Of wonder, in particular, we may say that it is useful in that it makes us learn and retain in our memory things of which we were previously ignorant. For we wonder only at what appears unusual or extraordinary....

"Things of which we were previously ignorant"  is just about everything these days (at least in America). Let us work with what is unusual and extraordinary, as well as what is outrageous and silenced, in the here and the now of what is unfolding at enormous speeds, volumes, and levels of complexity in the contemporary world. In other words, it is precisely the "known" which carries the promise of leading us to the unknown if we use what we know as a thick material to work with (and muss up) rather than a simple vehicle to get us somewhere.

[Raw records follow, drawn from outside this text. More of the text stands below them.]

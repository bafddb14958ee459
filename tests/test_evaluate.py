"""Tests of takescribe.evaluation.metrics against mir_eval (the reference implementation).

Every score check compares with mir_eval 0.8 (``mir_eval.transcription`` and
``mir_eval.multipitch``) on the same notes converted to Hz
(f = 440 * 2 ** ((p - 69) / 12), A4 = 440 Hz per ISO 16).
"""

from __future__ import annotations

import warnings
from decimal import Decimal

import mir_eval
import numpy as np
import pytest
from scipy.sparse import csr_matrix
from scipy.sparse.csgraph import maximum_bipartite_matching

from takescribe.evaluation.metrics import (
    candidate_matrix,
    evaluate_notes,
    frame_scores,
    match_notes,
    maximum_matching,
    note_scores,
    notes_to_frames,
)
from takescribe.notes import Note

HOP = 0.01
# fractional pitch offsets whose pairwise differences never equal 0.5 semitone
# (at exactly 50 cents mir_eval's result depends on Hz round-off; see below)
DETUNINGS = np.array([0.0, 0.1, 0.25, -0.15, 0.4])


def to_hz(pitches):
    # ISO 16: A4 = MIDI 69 = 440 Hz; equal temperament
    return 440.0 * 2.0 ** ((np.asarray(pitches, dtype=float) - 69.0) / 12.0)


def random_pair(rng: np.random.Generator):
    """A reference and a perturbed estimate with many near-tolerance cases."""
    n_ref = int(rng.choice([0, 1, 2, 5, 10, 20], p=[0.04, 0.06, 0.1, 0.3, 0.3, 0.2]))
    on_grid = rng.random() < 0.6  # times on a 10 ms grid: exact-tolerance distances
    onsets = rng.uniform(0, 3, n_ref)
    if on_grid:
        onsets = np.round(onsets, 2)
    durations = rng.choice([0.05, 0.1, 0.2, 0.25, 0.5, 1.0], n_ref) if on_grid else rng.uniform(0.02, 1.0, n_ref)
    pitches = rng.integers(60, 65, n_ref).astype(float)  # few pitches: many conflicts
    if rng.random() < 0.3:
        pitches = pitches + rng.choice(DETUNINGS, n_ref)
    ref = np.column_stack([onsets, onsets + durations]), pitches

    est_on, est_off, est_p = [], [], []
    for (a, b), p in zip(*ref):
        r = rng.random()
        if r < 0.15:
            continue  # missed
        shift = rng.choice([0.0, 0.05, -0.05, 0.049, 0.0501, -0.0501, rng.normal(0, 0.03)])
        off_shift = rng.choice([0.0, 0.05, -0.05, 0.2 * (b - a), -0.2 * (b - a), rng.normal(0, 0.05)])
        a2 = max(0.0, a + shift)
        b2 = max(a2 + 0.01, b + shift * rng.integers(0, 2) + off_shift)
        q = p + rng.choice([0.0, 0.0, 0.0, 1.0, -1.0, 12.0, rng.choice(DETUNINGS)])
        est_on.append(a2), est_off.append(b2), est_p.append(q)
        if rng.random() < 0.1:  # duplicate (identical note) or overlapping same-pitch note
            lag = 0.0 if rng.random() < 0.5 else 0.02
            est_on.append(a2 + lag), est_off.append(b2 + lag), est_p.append(q)
    for _ in range(int(rng.integers(0, 4))):  # extra notes
        a2 = float(rng.uniform(0, 3))
        est_on.append(a2), est_off.append(a2 + float(rng.uniform(0.02, 0.5))), est_p.append(float(rng.integers(60, 65)))
    if rng.random() < 0.05:
        est_on, est_off, est_p = [], [], []
    if rng.random() < 0.05:  # identical lists
        est_on, est_off, est_p = list(ref[0][:, 0]), list(ref[0][:, 1]), list(ref[1])
    est = np.column_stack([est_on, est_off]).reshape(-1, 2), np.array(est_p, dtype=float)
    order = rng.permutation(len(est[1]))
    return ref, (est[0][order], est[1][order])


CASES = [random_pair(np.random.default_rng(seed)) for seed in range(400)]


@pytest.mark.parametrize("strict", [False, True])
def test_matching_pairs_equal_mir_eval(strict):
    for (ri, rp), (ei, ep) in CASES:
        for offset_ratio in (None, 0.2):
            ours = match_notes(ri, rp, ei, ep, offset_ratio=offset_ratio, strict=strict)
            # reference: mir_eval.transcription.match_notes (Hz pitches); same pairs, not only same count
            theirs = mir_eval.transcription.match_notes(
                ri, to_hz(rp), ei, to_hz(ep), offset_ratio=offset_ratio, strict=strict
            )
            assert ours == [(int(i), int(j)) for i, j in theirs]


def test_onset_only_and_offset_only_matching_equal_mir_eval():
    for (ri, rp), (ei, ep) in CASES[:200]:
        ours = match_notes(ri, rp, ei, ep, pitch_tolerance=None, offset_ratio=None)
        # reference: mir_eval.transcription.match_note_onsets ignores pitch and offsets
        assert ours == [(int(i), int(j)) for i, j in mir_eval.transcription.match_note_onsets(ri, ei)]
        ours = match_notes(ri, rp, ei, ep, onset_tolerance=None, pitch_tolerance=None)
        # reference: mir_eval.transcription.match_note_offsets
        assert ours == [(int(i), int(j)) for i, j in mir_eval.transcription.match_note_offsets(ri, ei)]


@pytest.mark.parametrize("with_offsets", [False, True])
def test_note_scores_equal_mir_eval(with_offsets):
    for (ri, rp), (ei, ep) in CASES:
        with warnings.catch_warnings():
            warnings.simplefilter("ignore")  # both sides warn on empty lists
            ours = note_scores((ri, rp), (ei, ep), with_offsets=with_offsets)
            # reference: mir_eval.transcription.precision_recall_f1_overlap
            theirs = mir_eval.transcription.precision_recall_f1_overlap(
                ri, to_hz(rp), ei, to_hz(ep), offset_ratio=0.2 if with_offsets else None
            )
        got = (ours.precision, ours.recall, ours.f_measure, ours.average_overlap_ratio)
        np.testing.assert_allclose(got, theirs, rtol=0, atol=1e-9)


def reference_frames(intervals, pitches, n_frames):
    """Slow sampler in exact decimal arithmetic: a note covers frame k when onset <= k*hop < offset.

    Times are taken to the nanosecond first, so that 0.68 + 0.05 (= 0.7300000000000001
    in binary floating point) counts as 0.73 s, the time the writer meant.
    """
    notes = [(Decimal(f"{a:.9f}"), Decimal(f"{b:.9f}"), float(p)) for (a, b), p in zip(intervals, pitches)]
    step = Decimal(str(HOP))
    frames = []
    for k in range(n_frames):
        t = k * step
        frames.append(np.array(sorted({p for a, b, p in notes if a <= t < b})))
    return frames


def test_notes_to_frames_matches_decimal_sampling():
    for (ri, rp), _ in CASES[:150]:
        ours = notes_to_frames(ri, rp, hop=HOP)
        theirs = reference_frames(ri, rp, len(ours))
        assert len(ours) == len(theirs)
        for a, b in zip(ours, theirs):
            np.testing.assert_array_equal(a, b)
        if len(rp):
            # the grid reaches the last covered frame and no further
            assert ours[-1].size > 0


def test_frame_scores_equal_mir_eval_multipitch():
    checked = 0
    for (ri, rp), (ei, ep) in CASES:
        with warnings.catch_warnings():
            warnings.simplefilter("ignore")
            ours = frame_scores((ri, rp), (ei, ep), hop=HOP)
        n_frames = max(len(notes_to_frames(ri, rp, hop=HOP)), len(notes_to_frames(ei, ep, hop=HOP)))
        if n_frames == 0:
            assert (ours.precision, ours.recall, ours.accuracy) == (0.0, 0.0, 0.0)
            continue
        times = np.arange(n_frames) * HOP
        ref_f = [to_hz(f) for f in reference_frames(ri, rp, n_frames)]
        est_f = [to_hz(f) for f in reference_frames(ei, ep, n_frames)]
        with warnings.catch_warnings():
            warnings.simplefilter("ignore")
            # reference: mir_eval.multipitch.metrics -> (precision, recall, accuracy, ...)
            theirs = mir_eval.multipitch.metrics(times, ref_f, times, est_f)[:3]
        np.testing.assert_allclose((ours.precision, ours.recall, ours.accuracy), theirs, rtol=0, atol=1e-9)
        # F-measure from precision and recall, as mir_eval.util.f_measure
        np.testing.assert_allclose(
            ours.f_measure, mir_eval.util.f_measure(ours.precision, ours.recall), rtol=0, atol=1e-12
        )
        checked += 1
    assert checked > 300


def test_onset_exactly_at_tolerance_matches():
    ref = np.array([[1.0, 2.0]]), np.array([60.0])
    for shift, expected in ((0.05, 1), (-0.05, 1), (0.0501, 0), (0.04999, 1)):
        est = np.array([[1.0 + shift, 2.0]]), np.array([60.0])
        ours = match_notes(*ref, *est, offset_ratio=None)
        # reference: mir_eval.transcription.match_notes (distance rounded to 4 decimals, then <=)
        theirs = mir_eval.transcription.match_notes(ref[0], to_hz(ref[1]), est[0], to_hz(est[1]), offset_ratio=None)
        assert len(ours) == len(theirs) == expected
        # strict comparison (<) rejects the exact 50 ms case, as mir_eval strict=True
        assert len(match_notes(*ref, *est, offset_ratio=None, strict=True)) == len(
            mir_eval.transcription.match_notes(
                ref[0], to_hz(ref[1]), est[0], to_hz(est[1]), offset_ratio=None, strict=True
            )
        )


def test_offset_tolerance_is_max_of_ratio_and_minimum():
    # 2 s note: tolerance 0.4 s; 0.1 s note: tolerance 0.05 s (mir_eval/MIREX rule)
    ref = np.array([[0.0, 2.0], [3.0, 3.1]]), np.array([60.0, 62.0])
    est = np.array([[0.0, 2.4], [3.0, 3.15]]), np.array([60.0, 62.0])
    assert match_notes(*ref, *est) == [(0, 0), (1, 1)]
    est_late = np.array([[0.0, 2.41], [3.0, 3.16]]), np.array([60.0, 62.0])
    assert match_notes(*ref, *est_late) == []
    theirs = mir_eval.transcription.match_notes(ref[0], to_hz(ref[1]), est[0], to_hz(est[1]))
    assert [(int(i), int(j)) for i, j in theirs] == [(0, 0), (1, 1)]


def test_pitch_exactly_fifty_cents_matches_in_midi_space():
    # 100 cents per semitone (equal temperament); a quarter tone apart is exactly
    # the 50-cent tolerance, which `<=` includes. mir_eval works in Hz, where the
    # round-off of log2 decides this one case, so we pin our own rule here.
    ref = np.array([[0.0, 1.0]]), np.array([60.0])
    assert match_notes(*ref, np.array([[0.0, 1.0]]), np.array([60.5])) == [(0, 0)]
    assert match_notes(*ref, np.array([[0.0, 1.0]]), np.array([60.51])) == []
    assert match_notes(*ref, np.array([[0.0, 1.0]]), np.array([60.5]), strict=True) == []


def test_pitch_ignored_finds_wrong_pitch_partners():
    ref = np.array([[0.0, 0.5], [0.5, 1.0]]), np.array([60.0, 62.0])
    est = np.array([[0.01, 0.5], [0.52, 1.0]]), np.array([61.0, 62.0])
    assert match_notes(*ref, *est) == [(1, 1)]
    assert match_notes(*ref, *est, pitch_tolerance=None) == [(0, 0), (1, 1)]
    hits = candidate_matrix(*ref, *est, pitch_tolerance=None, offset_ratio=None)
    assert hits.shape == (2, 2) and hits[0, 0] and not hits[0, 1]


def test_maximum_matching_is_maximum_on_random_graphs():
    rng = np.random.default_rng(7)
    for _ in range(200):
        hits = rng.random((int(rng.integers(1, 15)), int(rng.integers(1, 15)))) < rng.uniform(0.05, 0.5)
        pairs = maximum_matching(hits)
        # reference: scipy.sparse.csgraph.maximum_bipartite_matching (Hopcroft-Karp) gives the size
        size = int((maximum_bipartite_matching(csr_matrix(hits), perm_type="column") >= 0).sum())
        assert len(pairs) == size
        assert all(hits[i, j] for i, j in pairs)
        assert len({i for i, _ in pairs}) == len({j for _, j in pairs}) == len(pairs)
        # and the very pairs of mir_eval's implementation on the same graph
        graph = {}
        for i, j in zip(*np.nonzero(hits)):
            graph.setdefault(j, []).append(i)
        assert pairs == [(int(i), int(j)) for i, j in sorted(mir_eval.util._bipartite_match(graph).items())]


def test_long_chain_does_not_recurse():
    # 3000 repeated notes 40 ms apart, estimate 30 ms late: each estimate is a
    # candidate for two references, a chain as long as the piece
    onsets = np.arange(3000) * 0.04
    ref = np.column_stack([onsets, onsets + 0.03]), np.full(3000, 60.0)
    est = np.column_stack([onsets + 0.03, onsets + 0.06]), np.full(3000, 60.0)
    pairs = match_notes(*ref, *est, offset_ratio=None)
    assert len(pairs) == 3000


def test_metrics_invariant_to_note_order():
    rng = np.random.default_rng(3)
    for (ri, rp), (ei, ep) in CASES[:100]:
        if len(rp) == 0 or len(ep) == 0:
            continue
        order = rng.permutation(len(ep))
        a = note_scores((ri, rp), (ei, ep), with_offsets=True)
        b = note_scores((ri, rp), (ei[order], ep[order]), with_offsets=True)
        assert (a.precision, a.recall, a.n_matched) == (b.precision, b.recall, b.n_matched)
        fa, fb = frame_scores((ri, rp), (ei, ep)), frame_scores((ri, rp), (ei[order], ep[order]))
        assert fa == fb


def test_empty_lists_warn_and_score_zero():
    notes = [Note(0.0, 1.0, 60)]
    for ref, est in (([], notes), (notes, []), ([], [])):
        with pytest.warns(UserWarning, match="empty"):
            scores = note_scores(ref, est, with_offsets=False)
        assert (scores.precision, scores.recall, scores.f_measure, scores.average_overlap_ratio) == (0, 0, 0, 0)
        with pytest.warns(UserWarning, match="empty"):
            result = evaluate_notes(ref, est)
        assert result["onset.f_measure"] == 0.0 and result["frame.accuracy"] == 0.0


def test_identical_notes_score_one():
    notes = [Note(0.0, 0.5, 60), Note(0.5, 1.0, 64), Note(0.5, 1.5, 67)]
    result = evaluate_notes(notes, notes)
    for key in ("onset", "onset_offset"):
        for metric in ("precision", "recall", "f_measure", "average_overlap_ratio"):
            assert result[f"{key}.{metric}"] == 1.0
    assert result["frame.accuracy"] == result["frame.f_measure"] == 1.0
    assert result["n_reference"] == result["n_estimate"] == result["onset.n_matched"] == 3


def test_evaluate_notes_keys_and_values_follow_the_parts():
    (ri, rp), (ei, ep) = CASES[11]
    ref = [Note(a, b, int(p)) for (a, b), p in zip(ri, np.round(rp))]
    est = [Note(a, b, int(p)) for (a, b), p in zip(ei, np.round(ep))]
    result = evaluate_notes(ref, est)
    expected = {
        "n_reference", "n_estimate",
        *(f"{k}.{m}" for k in ("onset", "onset_offset")
          for m in ("precision", "recall", "f_measure", "average_overlap_ratio", "n_matched")),
        *(f"frame.{m}" for m in ("precision", "recall", "accuracy", "f_measure", "n_true_positive",
                                 "n_reference", "n_estimate")),
    }
    assert set(result) == expected
    ri2 = np.array([[n.onset, n.offset] for n in ref]).reshape(-1, 2)
    ei2 = np.array([[n.onset, n.offset] for n in est]).reshape(-1, 2)
    theirs = mir_eval.transcription.precision_recall_f1_overlap(
        ri2, to_hz([n.pitch for n in ref]), ei2, to_hz([n.pitch for n in est])
    )
    # reference: mir_eval.transcription.precision_recall_f1_overlap (default offset_ratio=0.2)
    np.testing.assert_allclose(
        [result[f"onset_offset.{m}"] for m in ("precision", "recall", "f_measure", "average_overlap_ratio")],
        theirs, rtol=0, atol=1e-9,
    )


def test_bad_input_messages():
    with pytest.raises(ValueError, match="look like Hz"):
        match_notes([[0, 1]], [440.0], [[0, 1]], [60])
    with pytest.raises(ValueError, match=r"shape \(n, 2\)"):
        match_notes([0, 1, 2], [60], [[0, 1]], [60])
    with pytest.raises(ValueError, match="positive duration"):
        match_notes([[1, 1]], [60], [[0, 1]], [60])
    with pytest.raises(TypeError, match="must be a Note"):
        note_scores([(0, 1, 60)], [Note(0, 1, 60)], with_offsets=False)
    with pytest.raises(ValueError, match="onset_tolerance"):
        match_notes([[0, 1]], [60], [[0, 1]], [60], onset_tolerance=-1)
    with pytest.raises(ValueError, match="hop"):
        frame_scores([Note(0, 1, 60)], [Note(0, 1, 60)], hop=0)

Am I just asking for an art rooted in some kind of problematic notion of culture, produced within the confines of a hierarchical, intellectual environment where knowledge is both convention and fad, while passion is programmed to the march of propriety? Shit no. Am I just a romantic rolling out clichés and dodging the question with that old trick of questioning the question? Perhaps. But it is because I believe it is in what we already know or what someone somewhere sometime already  knows where the unfathomable will emerge. And the art will of course evolve from this.

Postscript: To "know" by the way isn't to be filled with knowledge but to be overwhelmed by curiosity, wonder, a sense of purpose and quest. It is to be "one of the ones on whom nothing is lost" as Henry James once put it to the aspiring novelist – a phrase, I suppose, that's known by many, or perhaps, unknown by more?